Collected data entries
def rows(**more: Any) -> Rows:
    """Three subbands, the second of another mass and degeneracy."""
    states = {
        "energy_eV": np.array([0.20, 0.26, 0.33]),
        "axial_mass": np.array([0.19, 0.55, 0.19]),
        "degeneracy": np.array([4, 8, 4]),
    }
    return Rows(**{**states, **more})


def device(**more: Any) -> Transistor:
    """A channel with all couplings; 0.3 nF/m."""
    given: dict[str, Any] = {
        "states": rows(),
        "transmission": Open(),
        "temperature_K": 300.0,
        "gate_coupling": 0.9,
        "drain_coupling": 0.05,
        "capacitance_per_V_nm": float(per_V_nm(3e-10)),
        "reference_per_nm": 0.002,
    }
    return Transistor(**{**given, **more})


def by_root(gate: float, drain: float, through: float, temperature: float) -> tuple[float, float, float]:
    """U, n and I of `device()` with one transmission, from polylogarithms and a root to 20 digits."""
    with mpmath.workdps(20):
        kT = mpmath.mpf(KB) * temperature
        states = list(zip([0.20, 0.26, 0.33], [0.19, 0.55, 0.19], [4, 8, 4], strict=True))

        def density(shift: Any) -> Any:
            total = mpmath.mpf(0)
            for energy, mass, g in states:
                n = g * mpmath.sqrt(mass * kT / (4 * mpmath.pi * mpmath.mpf(HBAR2_OVER_2M0)))
                source, far = (
                    -mpmath.re(mpmath.polylog(0.5, -mpmath.exp((-energy - shift - v) / kT))) for v in (0, drain)
                )
                total += n / 2 * ((2 - through) * source + through * far)
            return total

        capacitance = mpmath.mpf(3e-10) / FARAD_PER_M
        shift = mpmath.findroot(
            lambda u: u + 0.9 * gate + 0.05 * drain - (density(u) - 0.002) / capacitance,
            (-0.9 * gate, -0.5 * gate + 0.1),
        )
        flux = sum(
            g
            / mpmath.mpf(2)
            * (mpmath.log1p(mpmath.exp((-e - shift) / kT)) - mpmath.log1p(mpmath.exp((-e - shift - drain) / kT)))
            for e, _, g in states
        )
        return float(shift), float(density(shift)), float(CONDUCTANCE_QUANTUM_SIEMENS * through * kT * flux)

_WHAT YOU HAVE TO DO_
Check every line above for the word "through" and copy those that have it.

_WRITTEN RESPONSE_
def by_root(gate: float, drain: float, through: float, temperature: float) -> tuple[float, float, float]:
                total += n / 2 * ((2 - through) * source + through * far)
        return float(shift), float(density(shift)), float(CONDUCTANCE_QUANTUM_SIEMENS * through * kT * flux)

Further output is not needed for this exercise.